SSGCID
Seattle Structural Genomics Center for Infectious Disease

SARS-CoV-2

SSGCID SARS-CoV-2 updates

The outbreak of novel coronavirus SARS-CoV-2 (2019-nCoV), which causes COVID-19, was first reported from Wuhan, China on 31 December 2019.  The World Health Organization has declared a global emergency and the SSGCID has rapidly prioritized structural genomic efforts to focus on the elucidation of important protein structures of SARS-CoV-2.

Available data

The sequences of the 10 open reading frames in the SSGCID pipeline were obtained from the GenBank complete genome of isolate Wuhan-Hu-1. Our experimental structure determination efforts are focused on selected targets and progress will be updated here. As with all our targets, expression clones, purified proteins and structure coordinates will be made available to the scientific community.

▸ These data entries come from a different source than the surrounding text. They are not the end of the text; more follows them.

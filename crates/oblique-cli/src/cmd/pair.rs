//! `oblique pair ...`: list, show, new, observe, import, validate, agreement.

use crate::args::{ConventionArg, ProcessArg};
use crate::common::{load_library, today, user_dirs};
use crate::fail::{CmdResult, Fail};
use crate::output::{emit, emit_json, material_json, sig, table};
use crate::qarg;
use clap::{Args, Subcommand, ValueEnum};
use oblique_core::units::{parse_quantity, QuantityKind};
use oblique_window::library::sha256_hex;
use oblique_window::pair::{parse_pair_file, Origin};
use oblique_window::write::{append_observations, create_new, new_pair_text, NewPair, WriteError};
use oblique_window::{agreement, Library, ObservationEntry, PairWindow};
use serde_json::{json, Value};
use std::path::{Path, PathBuf};

mod boundary;
mod fit;
mod import;
mod validate;
mod view;

use boundary::run_boundary;
pub use boundary::BoundaryCommand;

use import::import;
use validate::validate;
use view::{agreement_human, pair_json, pair_summary_json, show_human};

fn outcome_word(o: OutcomeArg) -> &'static str {
    match o {
        OutcomeArg::Welded => "welded",
        OutcomeArg::NotWelded => "not-welded",
        OutcomeArg::Partial => "partial",
        OutcomeArg::Melted => "melted",
    }
}

fn method_word(m: MethodArg) -> &'static str {
    match m {
        MethodArg::Measured => "measured",
        MethodArg::Simulated => "simulated",
        MethodArg::Estimated => "estimated",
    }
}

fn write_fail(e: WriteError) -> Fail {
    crate::common::write_fail(e)
}

/// The user file of a pair, or an error saying that built-in pairs are read-only.
fn user_file(w: &PairWindow) -> CmdResult<PathBuf> {
    w.origin.path.clone().ok_or_else(|| {
        Fail::input(format!(
            "pair '{}' is built in and read-only\n  hint: create your own with `oblique --library DIR pair new ...`, or copy it into a library folder: `oblique pair export {} > DIR/{}.ron`, then `oblique --library DIR ...`",
            w.name, w.name, w.name
        ))
    })
}

/// `pair export`: the pair's file as it was loaded (a user file is read again; a built-in one
/// is the text built into the binary).
fn export(dirs: &[PathBuf], name: &str) -> CmdResult {
    let lib = load_library(dirs)?;
    let w = lib.pair(name).map_err(Fail::input)?;
    let rel = w
        .origin
        .display
        .strip_prefix("built-in:windows/")
        .unwrap_or(&w.origin.display);
    let builtin = oblique_window::library::BUILTIN_FILES
        .iter()
        .find(|(r, _)| *r == rel)
        .map(|(_, t)| *t);
    crate::common::emit_library_file(w.origin.path.as_deref(), builtin, || {
        format!(
            "the built-in file of pair '{name}' ({}) is not in this binary",
            w.origin.display
        )
    })
}

#[derive(Debug, Clone, Copy, PartialEq, Eq, ValueEnum)]
pub enum OutcomeArg {
    /// Sound weld.
    Welded,
    /// No bond.
    NotWelded,
    /// Bond over part of the interface.
    Partial,
    /// Melted or brittle interface.
    Melted,
}

#[derive(Debug, Clone, Copy, PartialEq, Eq, ValueEnum)]
pub enum MethodArg {
    /// Measured (PDV, high-speed imaging, ...).
    Measured,
    /// From a simulation.
    Simulated,
    /// Estimated.
    Estimated,
}

/// Flags of `oblique pair new`.
#[derive(Debug, Args)]
pub struct NewArgs {
    /// Pair name (also the file name: NAME.ron).
    pub name: String,
    /// Flyer material id.
    #[arg(long, value_name = "ID")]
    pub flyer: String,
    /// Parent material id.
    #[arg(long, value_name = "ID")]
    pub parent: String,
    /// Flyer thickness, e.g. 1.5mm.
    #[arg(long = "flyer-thickness", value_name = "LENGTH", allow_hyphen_values = true, value_parser = qarg::positive_length)]
    pub flyer_thickness: f64,
    /// Parent thickness, e.g. 12mm (only for the dissipated energy; default: a massive parent).
    #[arg(long = "parent-thickness", value_name = "LENGTH", allow_hyphen_values = true, value_parser = qarg::positive_length)]
    pub parent_thickness: Option<f64>,
    /// What the window is for, e.g. "busbar connector, tube on rod".
    #[arg(long, value_name = "TEXT")]
    pub description: Option<String>,
    /// Convention in which the trials' velocities are recorded (default normal-to-flyer for
    /// magnetic pulse, foil actuator and laser welding; required for the other processes, whose
    /// records use more than one).
    #[arg(long, value_enum, ignore_case = true)]
    pub convention: Option<ConventionArg>,
    /// Process the window is for; sets whether the pressure limit is on by default (on for
    /// magnetic pulse, off for explosive welding: docs/theory.md §5.4).
    #[arg(long, value_enum, ignore_case = true, default_value = "magnetic-pulse")]
    pub process: ProcessArg,
    /// Who maintains the file (default: $USER).
    #[arg(long, value_name = "TEXT")]
    pub maintainer: Option<String>,
    /// Print JSON.
    #[arg(long)]
    pub json: bool,
}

In particular, the Spike protein of betacoronaviruses is involved in virus entry into the host cell. The Spike model was requested by Richard Scheuerman from the Virus Pathogen Database (ViPR) to map human betacoronaviruses B cell/antibody epitopes that are conserved in the Wuhan-Hu-1 isolate; details will be posted on the ViPR 2019-nCov newspage.

model structure of Spike protein

Model of  the SARS-CoV-2 Spike protein (Baker Lab) with conserved epitopes highlighed in green; superimposed glycans from the SARS CryoEM structure (Veesler Lab) in blue.